//! Stereo marks as a record draws them, before symmetry says which of them count.

/// What is attached at one position of a stereo element.
#[derive(Debug, Clone, Copy, PartialEq, Eq, PartialOrd, Ord, Hash)]
pub enum Ligand {
    /// An atom, by index.
    Atom(u32),
    /// A hydrogen that is not an atom of its own.
    Hydrogen,
    /// A lone pair.
    LonePair,
}

/// The geometry that a stereo element fixes.
#[derive(Debug, Clone, Copy, PartialEq, Eq, PartialOrd, Ord, Hash)]
pub enum Shape {
    /// Four ligands about one centre.
    Tetrahedral,
    /// A double bond, or an odd number of cumulated ones: two ligands at each end, in one plane.
    DoubleBond,
    /// An allene, or a longer even number of cumulated double bonds, or a single bond about which
    /// rotation is hindered: two ligands at each end, in two planes.
    Axis,
}

/// Which of the two arrangements of its ordered ligands an element has.
///
/// * Tetrahedral and axis: `Even` when, seen from the first ligand, the second, third and fourth
///   run anticlockwise (`@` in OpenSMILES).
/// * Double bond, ligands `[a1, a2, b1, b2]`: `Even` when `a1` and `b1` are on the same side.
#[derive(Debug, Clone, Copy, PartialEq, Eq, PartialOrd, Ord, Hash)]
pub enum Parity {
    /// The arrangement described above.
    Even,
    /// The other one.
    Odd,
}

impl Parity {
    /// `Odd` for `true`.
    pub fn from_odd(odd: bool) -> Self {
        if odd { Self::Odd } else { Self::Even }
    }

    /// Whether this is `Odd`.
    pub fn is_odd(self) -> bool {
        self == Self::Odd
    }

    /// The other arrangement.
    #[must_use]
    pub fn inverted(self) -> Self {
        Self::from_odd(!self.is_odd())
    }
}

/// One stereo mark of a record.
///
/// `parity` is `None` where the record says outright that the arrangement is unknown (a wavy or
/// crossed bond); that means the same as no mark.
#[derive(Debug, Clone, Copy, PartialEq, Eq)]
pub struct DrawnStereo {
    /// The geometry.
    pub shape: Shape,
    /// The centre twice (tetrahedral), or the two ends of the double bond or axis.
    pub centres: [u32; 2],
    /// The ligands; for a double bond or axis the first two sit on `centres[0]`, the others on
    /// `centres[1]`.
    pub ligands: [Ligand; 4],
    /// The arrangement, or `None` where the record says it is unknown.
    pub parity: Option<Parity>,
}

/// The polyhedron of ligands about a centre that is not tetrahedral, with its positions in order.
#[derive(Debug, Clone, Copy, PartialEq, Eq, PartialOrd, Ord, Hash)]
pub enum Polyhedron {
    /// Four positions in the order in which they go round the square.
    SquarePlanar,
    /// First axial, second axial, then three equatorial ones that run anticlockwise seen from the
    /// first axial position.
    TrigonalBipyramidal,
    /// Top, bottom, then four that run anticlockwise seen from the top.
    Octahedral,
}

impl Polyhedron {
    /// How many positions it has: 4, 5 or 6.
    pub fn positions(self) -> usize {
        match self {
            Self::SquarePlanar => 4,
            Self::TrigonalBipyramidal => 5,
            Self::Octahedral => 6,
        }
    }
}

/// The arrangement of ligands about a centre that is not tetrahedral, as a record gives it.
#[derive(Debug, Clone, PartialEq, Eq)]
pub struct DrawnCoordination {
    /// The polyhedron.
    pub polyhedron: Polyhedron,
    /// The centre.
    pub centre: u32,
    /// The ligands by position; as many as the polyhedron has positions.
    pub ligands: Vec<Ligand>,
}

/// How the marks of a group of stereo elements are meant (CTfile: enhanced stereochemistry).
#[derive(Debug, Clone, Copy, PartialEq, Eq, PartialOrd, Ord, Hash)]
pub enum GroupKind {
    /// Both the drawn arrangement and that with the whole group inverted are present.
    And,
    /// The drawn arrangement or that with the whole group inverted: one of the two.
    Or,
    /// The drawn arrangement, that with the whole group inverted, or both: only the configuration
    /// relative to each other is known.
    Relative,
}

/// A group of stereo elements whose marks are meant relative to each other.
#[derive(Debug, Clone, PartialEq, Eq)]
pub struct StereoGroup {
    /// How the group is meant.
    pub kind: GroupKind,
    /// The centres; for a double bond or axis either end stands for it.
    pub atoms: Vec<u32>,
}
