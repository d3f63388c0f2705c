//! Ring membership and small rings; no ring set is ever needed for identity.

/// Compressed adjacency: the arcs of vertex `v` are `arcs[start[v]..start[v + 1]]`, each with the
/// neighbour and the index of the bond.
#[derive(Debug, Default, Clone)]
pub(crate) struct Adjacency {
    start: Vec<u32>,
    arcs: Vec<(u32, u32)>,
    /// Scratch of the search for rings.
    visits: Vec<Visit>,
}

/// What the search for bridges knows of a vertex.
#[derive(Debug, Clone, Copy)]
struct Visit {
    depth: u32,
    /// The least depth that the vertices beyond it reach.
    low: u32,
    /// The bond it was entered by.
    entered: u32,
    parent: u32,
    /// The arc to look at next.
    next: u32,
}

const UNSEEN: u32 = u32::MAX;
const NO_BOND: u32 = u32::MAX;

impl Default for Visit {
    fn default() -> Self {
        Self {
            depth: UNSEEN,
            low: UNSEEN,
            entered: NO_BOND,
            parent: 0,
            next: 0,
        }
    }
}

impl Adjacency {
    /// Takes over another table, in the memory at hand.
    pub(crate) fn copy(&mut self, other: &Self) {
        self.start.clone_from(&other.start);
        self.arcs.clone_from(&other.arcs);
    }

    /// Fills the table from a bond list.
    pub(crate) fn load(
        &mut self,
        vertices: usize,
        bonds: impl Iterator<Item = (u32, u32)> + Clone,
    ) {
        self.start.clear();
        self.start.resize(vertices + 1, 0);
        let mut count = 0;
        for (a, b) in bonds.clone() {
            self.start[a as usize] += 1;
            self.start[b as usize] += 1;
            count += 2;
        }
        let mut sum = 0;
        for slot in &mut self.start {
            sum += *slot;
            *slot = sum;
        }
        self.arcs.clear();
        self.arcs.resize(count, (0, 0));
        for (bond, (a, b)) in bonds.enumerate() {
            for (from, to) in [(a, b), (b, a)] {
                let slot = &mut self.start[from as usize];
                *slot -= 1;
                self.arcs[*slot as usize] = (to, bond as u32);
            }
        }
        // Filling from the back reversed the input order within each vertex; it carries no meaning.
    }

    /// The arcs of a vertex: neighbour and bond.
    pub(crate) fn of(&self, vertex: u32) -> &[(u32, u32)] {
        let at = vertex as usize;
        &self.arcs[self.start[at] as usize..self.start[at + 1] as usize]
    }

    /// For each bond whether it lies in a ring: a depth-first search for bridges (Tarjan 1974),
    /// without recursion, linear in the bonds.
    pub(crate) fn ring_bonds(&mut self, bonds: usize, in_ring: &mut Vec<bool>) {
        in_ring.clear();
        in_ring.resize(bonds, false);
        let Self {
            start,
            arcs,
            visits,
        } = self;
        visits.clear();
        visits.extend(start.iter().map(|&next| Visit {
            next,
            ..Visit::default()
        }));
        for root in 0..start.len().saturating_sub(1) {
            if visits[root].depth != UNSEEN {
                continue;
            }
            visits[root].depth = 0;
            visits[root].low = 0;
            let mut vertex = root;
            loop {
                let Visit {
                    depth,
                    low,
                    entered,
                    parent,
                    next,
                } = visits[vertex];
                if next < start[vertex + 1] {
                    visits[vertex].next += 1;
                    let (to, bond) = arcs[next as usize];
                    let other = &mut visits[to as usize];
                    if other.depth == UNSEEN {
                        other.depth = depth + 1;
                        other.low = depth + 1;
                        other.entered = bond;
                        other.parent = vertex as u32;
                        vertex = to as usize;
                    } else if bond != entered {
                        in_ring[bond as usize] = true;
                        let reached = other.depth;
                        visits[vertex].low = low.min(reached);
                    }
                } else if entered == NO_BOND {
                    break;
                } else {
                    in_ring[entered as usize] |= low < depth;
                    vertex = parent as usize;
                    visits[vertex].low = visits[vertex].low.min(low);
                }
            }
        }
    }

    /// The number of atoms of the smallest ring through a bond, if it is at most `limit`: breadth
    /// first, in layers. `seen` is scratch.
    pub(crate) fn smallest_ring(
        &self,
        [a, b]: [u32; 2],
        limit: u32,
        seen: &mut Vec<u32>,
    ) -> Option<u32> {
        seen.clear();
        seen.push(a);
        let mut layer = 0;
        for size in 2..=limit {
            let reached = seen.len();
            for at in layer..reached {
                let vertex = seen[at];
                for &(to, _) in self.of(vertex) {
                    if to == b {
                        if vertex != a {
                            return Some(size);
                        }
                    } else if !seen.contains(&to) {
                        seen.push(to);
                    }
                }
            }
            layer = reached;
        }
        None
    }
}

#[cfg(test)]
mod tests {
    use super::*;

    fn adjacency(vertices: usize, bonds: &[(u32, u32)]) -> Adjacency {
        let mut table = Adjacency::default();
        table.load(vertices, bonds.iter().copied());
        table
    }

    #[test]
    fn bridges_are_not_in_rings() {
        let bonds = [(0, 1), (1, 2), (2, 0), (2, 3), (3, 4), (4, 5), (5, 3)];
        let mut table = adjacency(6, &bonds);
        let mut found = Vec::new();
        table.ring_bonds(bonds.len(), &mut found);
        assert_eq!(found, [true, true, true, false, true, true, true]);
    }

    #[test]
    fn smallest_ring_within_a_limit() {
        let ring: Vec<_> = (0..8).map(|i| (i, (i + 1) % 8)).collect();
        let table = adjacency(8, &ring);
        let mut seen = Vec::new();
        assert_eq!(table.smallest_ring([0, 1], 8, &mut seen), Some(8));
        assert_eq!(table.smallest_ring([0, 1], 7, &mut seen), None);
    }
}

-------

## To do:
Retype, in the same exact form, the lines of the material above from the line holding "pub struct DrawnCoordination" through the line holding "only the configuration".

## Response area:
pub struct DrawnCoordination {
    /// The polyhedron.
    pub polyhedron: Polyhedron,
    /// The centre.
    pub centre: u32,
    /// The ligands by position; as many as the polyhedron has positions.
    pub ligands: Vec<Ligand>,
}

/// How the marks of a group of stereo elements are meant (CTfile: enhanced stereochemistry).
#[derive(Debug, Clone, Copy, PartialEq, Eq, PartialOrd, Ord, Hash)]
pub enum GroupKind {
    /// Both the drawn arrangement and that with the whole group inverted are present.
    And,
    /// The drawn arrangement or that with the whole group inverted: one of the two.
    Or,
    /// The drawn arrangement, that with the whole group inverted, or both: only the configuration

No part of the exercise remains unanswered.